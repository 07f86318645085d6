import { Module } from '@nestjs/common';
import { LedgerModule } from '../ledger/ledger.module';
import { MachinesModule } from '../machines/machines.module';
import { MailModule } from '../mail/mail.module';
import { RecipesModule } from '../recipes/recipes.module';
import { ShopsModule } from '../shops/shops.module';
import { ApprovalChecksService } from './approval-checks.service';
import { ApprovalsService } from './approvals.service';
import { SignOffLettersService } from './sign-off-letters.service';
import { SignOffQueueController } from './sign-off-queue.controller';
import { SignOffQueueService } from './sign-off-queue.service';
import { SignOffsController } from './sign-offs.controller';
import { SignOffsRepository } from './sign-offs.repository';
import { SignOffsService } from './sign-offs.service';
import { SignaturesService } from './signatures.service';
import { SigningActsService } from './signing-acts.service';

/** Who may say what of a revision, and what it takes. */
@Module({
  imports: [LedgerModule, MachinesModule, MailModule, RecipesModule, ShopsModule],
  controllers: [SignOffsController, SignOffQueueController],
  providers: [
    SignOffsService,
    ApprovalsService,
    SigningActsService,
    ApprovalChecksService,
    SignOffQueueService,
    SignOffLettersService,
    SignaturesService,
    SignOffsRepository,
  ],
})
export class SignOffsModule {}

★ ★ ★

- [Task statement]: The complete listing, unchanged, is the expected answer.

- [Exercise output]:
repository 07f86318645085d6
import { Module } from '@nestjs/common';
import { LedgerModule } from '../ledger/ledger.module';
import { MachinesModule } from '../machines/machines.module';
import { MailModule } from '../mail/mail.module';
import { RecipesModule } from '../recipes/recipes.module';
import { ShopsModule } from '../shops/shops.module';
import { ApprovalChecksService } from './approval-checks.service';
import { ApprovalsService } from './approvals.service';
import { SignOffLettersService } from './sign-off-letters.service';
import { SignOffQueueController } from './sign-off-queue.controller';
import { SignOffQueueService } from './sign-off-queue.service';
import { SignOffsController } from './sign-offs.controller';
import { SignOffsRepository } from './sign-offs.repository';
import { SignOffsService } from './sign-offs.service';
import { SignaturesService } from './signatures.service';
import { SigningActsService } from './signing-acts.service';

/** Who may say what of a revision, and what it takes. */
@Module({
  imports: [LedgerModule, MachinesModule, MailModule, RecipesModule, ShopsModule],
  controllers: [SignOffsController, SignOffQueueController],
  providers: [
    SignOffsService,
    ApprovalsService,
    SigningActsService,
    ApprovalChecksService,
    SignOffQueueService,
    SignOffLettersService,
    SignaturesService,
    SignOffsRepository,
  ],
})
export class SignOffsModule {}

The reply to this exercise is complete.